El pez favorito de Freddie Mercury
El 'koi' o carpa japonesa tiene una legión global de admiradores. El líder de Queen también lo era
FREDDIE MERCURY fue un gran aficionado a los jardines japoneses y a los koi (palabra japonesa para denominar a las carpas). “He vivido una vida plena y, si mañana me muero, no me importa. Finalmente encontré el nicho que buscaba. Mi maravilloso jardín japonés, con todas estas carpas recientemente adquiridas a buen precio que me encantan”, dijo.
Según la periodista de The Guardian Sally Weale, tras su muerte en 1991 aquel grupo de kois se quedó en la casa de Kensington, Garden Lodge, en un estanque construido ex profeso, centro de ese jardín tan querido por la estrella del rock. Mercury empezó con 15 kois y su colección llegó a alcanzar los 89 ejemplares (a unas 10.000 libras de los años ochenta cada uno). Él y su novio, Jim Hutton, intercambiaban kois por cumpleaños y Navidades, y estas amigables “joyas vivientes” cobraron tanta relevancia en sus vidas que Mercury rogó a su exnovia y heredera, Mary Austin, que se hiciera cargo de las frágiles carpas coloreadas si él fallecía. Así lo hizo. Tras un accidente por un fallo en el sistema eléctrico en 2002, y para gran disgusto de Austin, murieron todas salvo cinco.

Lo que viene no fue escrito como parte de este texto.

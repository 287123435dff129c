import knexFactory, { type Knex } from 'knex';
import pg from 'pg';
import type { Logger } from 'pino';

// Return NUMERIC and BIGINT as JavaScript numbers: Ballast's quantities fit a double exactly enough
// (masses to the gram, positions to the micrometre) and the domain works in numbers.
pg.types.setTypeParser(pg.types.builtins.NUMERIC, (v) => Number(v));
pg.types.setTypeParser(pg.types.builtins.INT8, (v) => Number(v));

/**
 * The knex instance. Timeouts are bounded so that a database outage answers 503 within seconds instead of
 * hanging requests: connecting (5 s), waiting for a pooled connection (5 s) and one statement (30 s). With
 * `min: 0` no idle connection is kept that a restart of PostgreSQL would leave broken; a connection that
 * breaks while idle is dropped by the pool and a new one is made on the next request.
 * `log` sends knex's own warnings (e.g. "Connection Error" during an outage) to the app's logger rather
 * than to the console.
 */
export function createDb(url: string, poolMax = 10, log?: Logger): Knex {
  return knexFactory({
    client: 'pg',
    connection: { connectionString: url, connectionTimeoutMillis: 5_000, statement_timeout: 30_000 } as Knex.PgConnectionConfig,
    pool: { min: 0, max: poolMax, acquireTimeoutMillis: 5_000, idleTimeoutMillis: 30_000 },
    acquireConnectionTimeout: 5_000,
    ...(log
      ? {
          log: {
            warn: (message: unknown) => log.warn({ knex: String(message) }, 'database warning'),
            error: (message: unknown) => log.error({ knex: String(message) }, 'database error'),
            deprecate: (message: unknown) => log.warn({ knex: String(message) }, 'knex deprecation'),
            debug: (message: unknown) => log.debug({ knex: String(message) }, 'knex debug'),
          },
        }
      : {}),
  });
}

export type Db = Knex;
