import { Link, Navigate } from 'react-router-dom';
import { buttonClasses, EmptyState, PageHeader } from '../../components/ui/index.ts';
import { useSessionUser } from '../../lib/session.ts';
import { readLastProduction } from '../last-production.ts';
import { productionPath } from '../navigation.ts';

/** `/`: opens the production used last on this device, else the first one; or says there is none. */
export function HomeRedirect() {
  const user = useSessionUser();
  if (!user) return null;
  const last = readLastProduction(user.id);
  const target = user.memberships.find((m) => m.productionId === last) ?? user.memberships[0];
  if (target) return <Navigate to={productionPath(target.productionId)} replace />;

  return (
    <>
      <PageHeader title={`Welcome, ${user.name}`} />
      <EmptyState
        title="You are not on any production yet"
        action={
          user.isAdmin ? (
            <Link to="/admin/people" className={buttonClasses()}>
              Give people access
            </Link>
          ) : undefined
        }
      >
        {user.isAdmin
          ? 'As an administrator you can add yourself and others to a production from the People page.'
          : 'An administrator adds you to a production. Once they do, it opens here.'}
      </EmptyState>
    </>
  );
}
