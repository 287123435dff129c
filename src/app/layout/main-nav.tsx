import type { ReactNode } from 'react';
import { NavLink } from 'react-router-dom';
import { Badge } from '../../components/ui/index.ts';
import { cx } from '../../lib/cx.ts';
import { ROLE_LABEL } from '../../lib/roles.ts';
import type { SessionUser } from '../../lib/session.ts';
import { navigationFor, type NavLinkTarget } from '../navigation.ts';
import { useNavProduction } from './use-nav-production.ts';

/** The navigation that fits the person's role in the current production, and their company rights. */
export function MainNav({ user }: { user: SessionUser }) {
  const { productionId, role } = useNavProduction();
  const { production, company } = navigationFor({ productionId, role, isAdmin: user.isAdmin });
  return (
    <nav aria-label="Main" className="flex flex-col gap-5 px-3 py-4">
      {production.length > 0 && role && (
        <Group
          title={
            <span className="flex items-center justify-between gap-2">
              This production <Badge tone="accent" className="tracking-normal normal-case">{ROLE_LABEL[role]}</Badge>
            </span>
          }
          links={production}
        />
      )}
      {company.length > 0 && <Group title="Company" links={company} />}
    </nav>
  );
}

function Group({ title, links }: { title: ReactNode; links: NavLinkTarget[] }) {
  return (
    <div>
      <div className="mb-1.5 px-2 text-xs font-semibold tracking-wider text-ink-600 uppercase">{title}</div>
      <ul className="flex flex-col gap-0.5">
        {links.map((link) => (
          <li key={link.to}>
            <NavLink
              to={link.to}
              end={link.end}
              className={({ isActive }) =>
                cx(
                  'flex min-h-11 items-center rounded-control px-3 font-semibold',
                  isActive ? 'bg-tide-50 text-tide-800 shadow-[inset_3px_0_0_var(--color-tide-600)]' : 'text-ink-800 hover:bg-ink-50',
                )
              }
            >
              {link.label}
            </NavLink>
          </li>
        ))}
      </ul>
    </div>
  );
}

No es el de Mercury el único caso de fascinación por el jardín japonés y por ese preciado elemento decorativo vivo (podemos añadir al cantante Adam Ant, a quien un acosador desaprensivo le envenenó la carpa en su casa de Los Ángeles). Un pez reputado por sus lustrosos lomos hipnóticamente cromáticos, su buen carácter y cuya visión, en sus movimientos sutiles, reduce cualquier tipo de ansiedad.
Con tranquilidad recorro la región de Tohoku, en Japón, con mi colega periodista Minoru Shibata. En todos los restaurantes a los que me lleva hay un jardín; y en ellos hay un estanque, y en la mayoría de esos estanques, una carpa que mansamente circula bajo el agua. “Ahí lo tienes, el brillante objeto de deseo de los occidentales”, me dice.

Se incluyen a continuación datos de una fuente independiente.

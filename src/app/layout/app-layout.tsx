import { useState, type ReactNode } from 'react';
import { Link, useLocation } from 'react-router-dom';
import { Logo } from '../../components/ui/index.ts';
import { cx } from '../../lib/cx.ts';
import { useCurrentProduction } from '../../lib/current-production.ts';
import type { SessionUser } from '../../lib/session.ts';
import { AccountSection } from './account-section.tsx';
import { MainNav } from './main-nav.tsx';
import { ProductionSwitcher } from './production-switcher.tsx';

/**
 * The signed-in shell: a header, a side panel (switcher, navigation, account) and the screen.
 * On phones the side panel folds under a Menu button and closes when the page changes.
 */
export function AppLayout({ user, children }: { user: SessionUser; children: ReactNode }) {
  const location = useLocation();
  // Open "at" a path: navigating anywhere closes the menu without an effect.
  const [openAt, setOpenAt] = useState<string | null>(null);
  const open = openAt === location.pathname;
  const { membership } = useCurrentProduction();

  return (
    <div className="min-h-dvh bg-paper md:grid md:grid-cols-[16rem_1fr]">
      <a href="#main" className="sr-only focus:not-sr-only focus:absolute focus:top-2 focus:left-2 focus:z-50 focus:rounded-control focus:bg-white focus:px-3 focus:py-2">
        Skip to content
      </a>
      <header className="sticky top-0 z-30 flex items-center gap-3 border-b border-ink-200 bg-white px-4 py-2 md:hidden">
        <button
          type="button"
          className="inline-flex min-h-11 items-center gap-2 rounded-control border border-ink-300 px-3 font-semibold text-ink-900"
          aria-expanded={open}
          aria-controls="side-panel"
          onClick={() => setOpenAt(open ? null : location.pathname)}
        >
          <svg viewBox="0 0 24 24" className="size-5" aria-hidden="true" fill="none" stroke="currentColor" strokeWidth="2" strokeLinecap="round">
            {open ? <path d="M6 6l12 12M18 6 6 18" /> : <path d="M4 7h16M4 12h16M4 17h16" />}
          </svg>
          Menu
        </button>
        <Link to="/" className="text-ink-950" aria-label="Ballast start">
          <Logo />
        </Link>
        {membership && <span className="ml-auto truncate text-sm font-semibold text-ink-700">{membership.productionName}</span>}
      </header>

      <aside
        id="side-panel"
        className={cx(
          'border-ink-200 bg-white md:sticky md:top-0 md:flex md:h-dvh md:flex-col md:overflow-y-auto md:border-r',
          open ? 'flex flex-col border-b' : 'hidden',
        )}
      >
        <div className="hidden px-5 pt-5 pb-3 md:block">
          <Link to="/" className="text-ink-950" aria-label="Ballast start">
            <Logo />
          </Link>
        </div>
        <div className="px-4 pt-4 md:pt-2">
          <ProductionSwitcher user={user} />
        </div>
        <MainNav user={user} />
        <AccountSection user={user} />
      </aside>

      <main id="main" tabIndex={-1} className="min-w-0 px-4 py-5 sm:px-6 md:px-8 md:py-8">
        <div className="mx-auto max-w-5xl">{children}</div>
      </main>
    </div>
  );
}
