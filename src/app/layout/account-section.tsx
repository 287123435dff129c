import { NavLink, useNavigate } from 'react-router-dom';
import { Button } from '../../components/ui/index.ts';
import { cx } from '../../lib/cx.ts';
import type { SessionUser } from '../../lib/session.ts';
import { useSignOut } from '../../features/auth/api/sign-out.ts';

/** Who is signed in, their account page, and signing out. */
export function AccountSection({ user }: { user: SessionUser }) {
  const signOut = useSignOut();
  const navigate = useNavigate();
  return (
    <div className="mt-auto border-t border-ink-100 px-4 py-4">
      <p className="truncate font-semibold text-ink-900">{user.name}</p>
      <p className="mb-3 truncate text-sm text-ink-600">{user.email}</p>
      <div className="flex flex-wrap gap-2">
        <NavLink
          to="/account"
          className={({ isActive }) =>
            cx('inline-flex min-h-9 items-center rounded-control px-3 text-sm font-semibold', isActive ? 'bg-tide-50 text-tide-800' : 'text-tide-700 hover:bg-tide-50')
          }
        >
          Account
        </NavLink>
        <Button
          variant="ghost"
          size="sm"
          loading={signOut.isPending}
          onClick={() => signOut.mutate(undefined, { onSettled: () => navigate('/sign-in', { replace: true }) })}
        >
          Sign out
        </Button>
      </div>
    </div>
  );
}
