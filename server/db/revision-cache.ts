import type { Knex } from 'knex';

/**
 * Caching of computed views (mass properties, the breakdown's order and pages, venue manifests), safe with
 * several app servers sharing one database.
 *
 * Each cached value is stored with the fingerprint of the data it was computed from: the production's row
 * of that scope in production_revisions, whose revision PostgreSQL raises when any transaction that wrote a
 * row of the scope's tables commits (migration create-production-revisions: deferred triggers, so whoever
 * wrote it, whichever server, and also a write straight into the database). The fingerprint also holds the
 * row version's xmin (the id of the transaction that wrote it), so a revision row deleted and made again
 * never repeats an old fingerprint. The fingerprint is read before the rows and a commit raises the
 * revision atomically with its rows, so a value may be newer than its fingerprint, never older. Reading it
 * is one primary-key lookup; computing a view reads every row it needs and runs the core.
 */

export type RevisionScope = 'machine' | 'tour';

/** One short string that changes whenever any row of the production's data of this scope changes. */
export async function revisionFingerprint(db: Knex, productionId: string, scope: RevisionScope): Promise<string> {
  const row = (await db('production_revisions').where({ production_id: productionId, scope }).first(db.raw('revision::text as revision'), db.raw('xmin::text as xmin'))) as
    | { revision: string; xmin: string }
    | undefined;
  // No row: nothing of this scope was ever written for this production (or the production is gone).
  return row ? `${row.revision}@${row.xmin}` : 'none';
}

/** The fingerprint of a production's machine breakdown. */
export const machineFingerprint = (db: Knex, productionId: string): Promise<string> => revisionFingerprint(db, productionId, 'machine');

/**
 * A small per-process cache of values by key, each valid for one fingerprint. Concurrent requests for the
 * same key and fingerprint share one computation. At most `maxEntries` keys are kept (least recently used
 * go first). Values are deep-frozen: a caller that tried to change a shared value would fail loudly.
 */
export class FingerprintCache<T> {
  private readonly entries = new Map<string, { fingerprint: string; value: Promise<T> }>();

  constructor(private readonly maxEntries: number) {}

  async get(key: string, fingerprint: string, compute: () => Promise<T>): Promise<T> {
    const hit = this.entries.get(key);
    if (hit && hit.fingerprint === fingerprint) {
      // Most recently used last.
      this.entries.delete(key);
      this.entries.set(key, hit);
      return hit.value;
    }
    const value = compute().then(deepFreeze);
    const entry = { fingerprint, value };
    this.entries.delete(key);
    this.entries.set(key, entry);
    while (this.entries.size > this.maxEntries) this.entries.delete(this.entries.keys().next().value!);
    // A failed computation is not kept.
    value.catch(() => {
      if (this.entries.get(key) === entry) this.entries.delete(key);
    });
    return value;
  }

  clear(): void {
    this.entries.clear();
  }
}

function deepFreeze<T>(value: T): T {
  if (value && typeof value === 'object' && !Object.isFrozen(value)) {
    Object.freeze(value);
    if (value instanceof Map) for (const v of value.values()) deepFreeze(v);
    else for (const v of Object.values(value)) deepFreeze(v);
  }
  return value;
}

/** One cache per database handle (one per app), so apps in one process (tests) never share values. */
export function cacheFor<T>(registry: WeakMap<Knex, FingerprintCache<T>>, db: Knex, maxEntries: number): FingerprintCache<T> {
  let c = registry.get(db);
  if (!c) {
    c = new FingerprintCache<T>(maxEntries);
    registry.set(db, c);
  }
  return c;
}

En Yamagata, en el jardín del restaurante Dewaya, del chef Haruki Sato, también hay un estanque. Al observar el camino que lo bordea, todas mis inclinaciones se ven templadas por una agradable serenidad. Siento que nace en mí el deseo de meditar y de alcanzar el estado de fluidez del koi fluorescente en tonos naranjas y blancos. “Muchos europeos hacen negocios con ellos. En las ferias y en las competiciones se llegan a pagar hasta 150.000 euros por un ejemplar” señala Minoru, ya con un sake en la mano: “La historia se remonta a finales del XIX, cuando en la región de Nigata un señor, por casualidad, encontró una carpa coloreada que sin duda provenía de una mutación. Empezó a criar y a mezclar carpas de varios colores. En la Exposición Universal de Tokio de 1910 se presentaron. Hoy generan un volumen de negocio de centenares de millones de yenes”. Suelen vivir entre 40 y 50 años, pero algunas llegan a los 100, y superan fácilmente los 50 centímetros. Umberto Pasti dice que “a diferencia de una obra de arte, un jardín se convierte en lo que es por una acumulación de causas y elementos que van más allá de la capacidad de quien lo concibe”. Sigo el hipnótico movimiento de esta entusiasta flor acuática, por la que a buen seguro Mercury hubiera ido más allá pagando el precio de una valiosa obra de arte, y me convenzo de que yo también necesito urgentemente un jardín japonés.